# 🛠️ Feature Engineering & Selection

This notebook provides **code templates and checklists** for **creating, transforming, and selecting features** to improve machine learning models.

### 🔹 What’s Covered:
- Creating new features (interaction terms, binning, encoding)
- Handling categorical features
- Feature scaling & normalization
- Feature selection techniques (filter, wrapper, embedded methods)


In [None]:

# Ensure required libraries are installed (Uncomment if necessary)
# !pip install pandas numpy sklearn



## 🔨 Creating New Features

✅ Combine existing features to create interaction terms.  
✅ Use **binning** to convert numerical features into categories.  
✅ Extract useful information from timestamps (year, month, weekday).  


In [None]:

import pandas as pd
import numpy as np

# Sample dataset
df = pd.DataFrame({
    'age': [22, 35, 46, 57, 28],
    'salary': [50000, 70000, 90000, 120000, 65000],
    'signup_date': pd.to_datetime(["2021-01-15", "2020-06-23", "2019-11-12", "2022-03-01", "2021-09-30"])
})

# Create interaction term (e.g., age * salary)
df['age_salary_interaction'] = df['age'] * df['salary']

# Create bins for age groups
df['age_group'] = pd.cut(df['age'], bins=[20, 30, 40, 50, 60], labels=["20s", "30s", "40s", "50s"])

# Extract year and month from signup date
df['signup_year'] = df['signup_date'].dt.year
df['signup_month'] = df['signup_date'].dt.month

print(df.head())



## 🔤 Encoding Categorical Variables

✅ Convert categorical features into numerical representations.  
✅ Use **One-Hot Encoding** for non-ordinal categories.  
✅ Use **Label Encoding** for ordinal categories.  


In [None]:

from sklearn.preprocessing import OneHotEncoder, LabelEncoder

# One-Hot Encoding
df_encoded = pd.get_dummies(df, columns=['age_group'], drop_first=True)

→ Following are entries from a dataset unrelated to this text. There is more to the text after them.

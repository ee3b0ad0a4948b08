import { describe, expect, it } from 'vitest';
import { entropyOf, whichRevision, type KnownMark, type RevisionKnowledge } from './which-revision.js';

const unknownDays = (id: number) => ({ id, soldFrom: null, soldTo: null });
const three: RevisionKnowledge = {
  revisions: [1, 2, 3].map(unknownDays),
  dimensions: [],
  marks: [],
  asOf: '2026-12-01',
};
const boss = (...means: number[]) => ({
  key: 'boss',
  usualUncertainty: 0.02,
  revisions: means.map((mean, index) => ({ revisionId: index + 1, mean, predictionSpread: 0.03 })),
});
const mark = (key: string, ...shows: boolean[]): KnownMark => ({
  key,
  revisions: shows.map((answer, index) => ({ revisionId: index + 1, shows: answer })),
});
const chancesOf = (...call: Parameters<typeof whichRevision>): number[] =>
  whichRevision(...call).chances.map((entry) => entry.chance);

describe('the chance before any answer', () => {
  it('is even where a first day is not known', () => {
    expect(chancesOf(three, [])).toEqual([1 / 3, 1 / 3, 1 / 3]);
    expect(whichRevision(three, []).prior).toBe('even');
  });

  it('goes by the months sold where all first days are known, the newest counted up to today', () => {
    const revisions = [
      { id: 1, soldFrom: '2024-01-01', soldTo: '2026-01-01' },
      { id: 2, soldFrom: '2026-01-01', soldTo: null },
    ];
    const told = { ...three, revisions, asOf: '2027-01-01' };
    const [first, second] = chancesOf(told, []);
    expect(first! / second!).toBeCloseTo(731 / 365, 10);
    expect(whichRevision(told, []).prior).toBe('months-sold');
  });

  it('counts at least a month for a revision that has only just come, or has not come yet', () => {
    const revisions = [
      { id: 1, soldFrom: '2026-01-01', soldTo: '2026-03-02' },
      { id: 2, soldFrom: '2027-06-01', soldTo: null },
    ];
    const [first, second] = chancesOf({ ...three, revisions }, []);
    expect(first! / second!).toBeCloseTo(60 / (365.25 / 12), 10);
  });
});

describe('an answer', () => {
  it('on a mark moves the chances by 98 to 2', () => {
    const [a, b, c] = chancesOf({ ...three, marks: [mark('left', true, false, false)] }, [
      { key: 'left', shows: true },
    ]);
    expect(a).toBeCloseTo(0.98 / 1.02, 12);
    expect(b).toBeCloseTo(0.02 / 1.02, 12);
    expect(c).toBe(b);
  });

  it('with a reading moves them by normal densities of variance spread² + u²', () => {
    const [a, b] = chancesOf(
      { ...three, revisions: three.revisions.slice(0, 2), dimensions: [boss(20, 20.1)] },
      [{ key: 'boss', value: 20.02, uncertainty: 0.04 }],
    );
    // Scale 0.05: distances 0.4 and 1.6, so the ratio is exp((1.6² − 0.4²)/2) = exp(1.2).
    expect(a! / b!).toBeCloseTo(Math.exp(1.2), 10);
  });

  it('leaves a revision of which it says nothing where it was', () => {
    const told = { ...three, dimensions: [boss(20, 20.1)], marks: [mark('left', true, false)] };
    const [a, b, c] = chancesOf(told, [
      { key: 'boss', value: 20, uncertainty: 0.01 },
      { key: 'left', shows: true },
    ]);
    expect(c).toBeCloseTo(1 / 3, 12);
    expect(a).toBeGreaterThan(0.66);
    expect(b).toBeLessThan(0.01);
  });

  it('that nobody could give leaves all where they were, and its question is not asked again', () => {
    const told = { ...three, marks: [mark('left', true, false, false)] };
    const { chances, next } = whichRevision(told, [{ key: 'left', cannotTell: true }]);
    expect(chances.map((entry) => entry.chance)).toEqual([1 / 3, 1 / 3, 1 / 3]);
    expect(next).toBeNull();
  });

  it('far from every revision is named, and the chances stay numbers', () => {
    const told = { ...three, dimensions: [boss(20, 20.1, 20.2)] };
    const { chances, strange } = whichRevision(told, [{ key: 'boss', value: 0.787, uncertainty: 0.02 }]);
    expect(strange).toEqual(['boss']);
    expect(chances.reduce((sum, entry) => sum + entry.chance, 0)).toBeCloseTo(1, 12);
  });

  it.each([0, -0.01, NaN])('with the uncertainty %d is refused', (uncertainty) => {
    const told = { ...three, dimensions: [boss(20, 20.1)] };
    expect(() => whichRevision(told, [{ key: 'boss', value: 20, uncertainty }])).toThrow(RangeError);
  });

  it('without any revision is refused', () => {
    expect(() => whichRevision({ ...three, revisions: [] }, [])).toThrow(RangeError);
  });
});

describe('the next question', () => {
  const four: RevisionKnowledge = { ...three, revisions: [1, 2, 3, 4].map(unknownDays) };

  it('is the one that halves rather than the one that splits off one', () => {
    const marks = [mark('one', true, false, false, false), mark('half', true, true, false, false)];
    expect(whichRevision({ ...four, marks }, []).next!.key).toBe('half');
  });

  it('expects of a mark that halves all that its slips leave: 1 − H(0.02) bits', () => {
    const { next } = whichRevision({ ...four, marks: [mark('half', true, true, false, false)] }, []);
    expect(next!.bits).toBeCloseTo(1 - entropyOf([0.02, 0.98]), 10);
  });

  it('expects of a dimension that tells all apart the whole entropy', () => {
    const { next } = whichRevision({ ...four, dimensions: [boss(20, 21, 22, 23)] }, []);
    expect(next!.bits).toBeCloseTo(2, 6);
  });

  it('is a mark before a dimension, and the first of two alike', () => {
    const marks = [mark('first', true, true, false, false), mark('second', true, true, false, false)];
    const dimensions = [{ ...boss(20, 20, 20, 20), key: 'same' }];
    expect(whichRevision({ ...four, marks, dimensions }, []).next!.key).toBe('first');
  });

  it('is none where nothing tells the revisions apart', () => {
    const told = {
      ...four,
      dimensions: [boss(20, 20, 20, 20)],
      marks: [mark('all', true, true, true, true)],
    };
    expect(whichRevision(told, []).next).toBeNull();
  });

  it('is none where the revision is beyond doubt', () => {
    const told = {
      ...four,
      dimensions: [boss(20, 21, 22, 23), { ...boss(5, 6, 7, 8), key: 'recess' }],
    };
    const { next, chances } = whichRevision(told, [{ key: 'boss', value: 22, uncertainty: 0.02 }]);
    expect(next).toBeNull();
    expect(chances[2]!.chance).toBeGreaterThan(0.999999);
  });
});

# Label Encoding (Example for ordinal categories)
le = LabelEncoder()
df['encoded_age_group'] = le.fit_transform(df['age_group'])

print(df_encoded.head())



## 📏 Feature Scaling & Normalization

✅ Normalize numerical features to ensure comparability.  
✅ Use **Min-Max Scaling** (0-1 range) or **Standardization** (Z-score).  


In [None]:

from sklearn.preprocessing import MinMaxScaler, StandardScaler

# Min-Max Scaling
scaler = MinMaxScaler()
df[['salary_scaled']] = scaler.fit_transform(df[['salary']])

# Standardization (Z-score normalization)
scaler = StandardScaler()
df[['salary_standardized']] = scaler.fit_transform(df[['salary']])

print(df.head())



## 🏆 Feature Selection

✅ Use **Filter Methods** (e.g., correlation, mutual information).  
✅ Use **Wrapper Methods** (e.g., recursive feature elimination).  
✅ Use **Embedded Methods** (e.g., Lasso Regression, Decision Trees).  


In [None]:

from sklearn.feature_selection import SelectKBest, f_regression, RFE
from sklearn.linear_model import LinearRegression

# Filter Method (Select top k features based on correlation)
selector = SelectKBest(score_func=f_regression, k=2)
X_new = selector.fit_transform(df[['age', 'salary', 'signup_year']], df['salary'])
print("Selected Features:", selector.get_support())

# Wrapper Method (Recursive Feature Elimination - RFE)
model = LinearRegression()
rfe = RFE(model, n_features_to_select=2)
X_rfe = rfe.fit_transform(df[['age', 'salary', 'signup_year']], df['salary'])
print("RFE Selected Features:", rfe.support_)



## ✅ Best Practices & Common Pitfalls

- **Avoid data leakage**: Feature transformations should be applied **only on training data**.  
- **Don't over-engineer**: More features aren’t always better—test their impact.  
- **Check feature importance**: Some transformations may not help and could add noise.  
- **Normalize before training**: Some ML models are sensitive to feature scales.